E’ bello quando un disco ti viene a trovare nel momento migliore. Quando l’inverno si affaccia fuori la finestra nonostante il sole brilli alto nel cielo. Quando un spicchio dello stesso inverno viene a bussare alla tua porta e ti entra dentro. Ci sono momenti in cui la malinconia chiama e le persone attorno si nascondono dietro le proprie ombre, creando arabeschi dalle tonalità  di grigio. Il disco perfetto è quello di Claudio Domestico, aka Gnut, ragazzo di Napoli che supera i clichè di ogni genere e si mostra per quello che è: un vero cantautore.

Nel panorama nostrano, in cui spesso prevale chi è più paraculo, riuscire a proporre qualcosa che non cavalchi l’ultima ondata di revival di qualcosa, è impresa ardua. Si è così abbagliati dalla ricerca continua di ciò che è più vintage o espressione di una tradizione italiana che oggi si riflette per l’ennesima volta allo specchio, che poi ci si dimentica l’essenza delle cose e il significato delle parole. Claudio vince al primo colpo, non solo perchè nella prima frase di “Controvento” ci trovo una sintesi di quello che sono, ma soprattutto perchè non gioca con quello che racconta, ma lo fa con tono confidenziale, sincero, vestendolo di bello.

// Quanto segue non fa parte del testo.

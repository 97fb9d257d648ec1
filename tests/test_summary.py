"""osculate.summary: every column documented, extremes found where they happen."""

import re

import numpy as np
import osculate as osc
import pytest
from osculate.summary import COLUMNS

# The leading unit of a column's description: "L", "T", "L/T²", "rad", ... or a count.
UNIT_HEAD = re.compile(r"(1|rad|[LT][²³]?(/T[²³]?)?)(,|$)")
COUNTS = ("rows", "samples", "number")


def test_every_column_is_documented_with_its_unit():
    t = np.linspace(0.0, 10.0, 101)
    k = osc.kinematics(t, np.column_stack([t, np.sin(t)]))
    s = k.summary_arrays()
    names = list(s)
    assert names[0] == "track" and sorted(names[1:]) == sorted(COLUMNS)
    for name, text in COLUMNS.items():
        assert UNIT_HEAD.match(text) or text.startswith(COUNTS), (name, text)
    assert k.summary().columns.tolist() == names[1:]  # the pandas table: track as index


def test_extremes_and_their_times_on_a_straight_with_a_speed_swing():
    # x(t) = 10 t + 2 sin(t / 2): v = 10 + cos(t / 2) is largest (11 m/s) at t = 4π, and
    # |a_t| = |sin(t / 2)| / 2 is largest (0.5 m/s²) at t = π, 3π, 5π (closed form). Order-4 fd
    # of exact positions at 0.01 s steps, extremes as means over three samples: 1e-4 relative
    # on the values; the times to one step.
    t = np.arange(1.0, 17.0, 0.01)
    x = np.column_stack([10 * t + 2 * np.sin(t / 2), 0 * t])
    s = osc.kinematics(t, x, order=4).summary_arrays()
    assert s["max_speed"][0] == pytest.approx(11.0, rel=1e-4)
    assert s["max_speed_at"][0] == pytest.approx(4 * np.pi, abs=0.01)
    assert s["max_abs_accel_tangential"][0] == pytest.approx(0.5, rel=1e-4)
    at = s["max_abs_accel_tangential_at"][0]
    assert min(abs(at - c) for c in (np.pi, 3 * np.pi, 5 * np.pi)) <= 0.01
    # A straight path: no curved sample, so no lateral extreme or radius; nothing turned.
    assert s["curved"][0] == 0 and np.isnan(s["max_accel_normal"][0])
    assert np.isnan(s["min_radius"][0]) and s["turning_angle"][0] == pytest.approx(0, abs=1e-12)
    assert s["length"][0] == pytest.approx(x[-1, 0] - x[0, 0], rel=1e-12)  # a straight line
    # Finite differences give no standard errors.
    assert np.isnan(s["max_speed_se"][0])


def test_smallest_radius_of_invented_routes():
    # The routes of test_turns.py (quarter turns and a hairpin of 5–40 m at 1.4–10 m/s, stops,
    # 3–5 cm noise; truth from their construction). The summary's smallest radius is the extreme
    # of stretch means, biased by their noise; with stretches of 3 smoothing bandwidths it was
    # within −7.1 % … +5.2 % over these seeds (1.5 bandwidths: down to −9.3 %). Tolerance 8 %.
    from test_turns import CASES, route

    for legs, v, sigma, truth in CASES.values():
        for seed in (0, 1, 2):
            t, x = route(np.random.default_rng(seed), legs, v=v, amax=min(2.0, v / 3), sigma=sigma)
            k = osc.kinematics(t, x, method="smooth")
            smallest = min(radius for radius, _ in truth)
            assert abs(k.summary_arrays()["min_radius"][0] / smallest - 1) <= 0.08
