def test_demo_on_a_numpy_only_install(tmp_path):
    out = tmp_path / "plain"
    proc = subprocess.run(
        [sys.executable, "-c", BLOCK_EXTRAS, str(out)],
        capture_output=True,
        text=True,
        timeout=300,
    )
    assert proc.returncode == 0, proc.stderr
    assert "pip install 'osculate[plot]'" in proc.stdout
    names = {p.name for p in out.iterdir()}
    assert not any(n.endswith((".png", ".parquet")) for n in names)
    for stem in ("drone_samples", "ev_samples", "ev_resampled", "tracers_samples"):
        assert (out / f"{stem}.csv").stat().st_size > 0
    text = (out / "report.md").read_text()
    assert "No figures: they need matplotlib, `pip install 'osculate[plot]'`" in text
    assert text.count("No figures") == 1  # said once
    assert "![" not in text and ".png" not in text and "Figure " not in text  # none described
    assert "local codes and licensed engineers decide" in " ".join(text.split())
    _, others = links(text)
    assert sorted(others) == sorted(names)  # every file linked, each link resolves
    with (out / "ev_samples.csv").open() as fh:
        assert sum(1 for _ in fh) == len(demo.spiral_loop().t) + 1


def test_check_arithmetic():
    c = report.Check("s", "x", "m", estimated=29.3, true=30.0, tolerance=0.02)
    assert np.isclose(c.error, -0.7 / 30) and c.passed is False
    c = report.Check("s", "x", "m", estimated=29.41, true=30.0, tolerance=0.02)
    assert c.passed
    c = report.Check("s", "x", "%", estimated=2.5, true=0.0, tolerance=2.0, relative=False)
    assert c.error == 2.5 and not c.passed
    c = report.Check("s", "x", "m", estimated=float("nan"), true=1.0, tolerance=0.5)
    assert not c.passed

Undici brani acustici e notturni, folk venato di blues che richiama alla mente la tradizione inglese di John Martyn. Qualcuno ha fatto il nome di Nick Drake, ma ci vedo molto più il contemporaneo Nordgarden che il poeta di Tanworth in Arden. Malinconia carezzevole e poco spietata, conforto agrodolce per i momenti più brumosi, in cui il campo visivo di quel che sentiamo è disseminato di piccoli banchi di nebbia che ci impediscono di correre veloci. Il bello che non diventa banale, che si copre d’eleganza e d’autunno, diventando salvifica ghirlanda quotidiana che adorna i momenti in cui scivolare a fondo sarebbe stata l’unica alternativa possibile.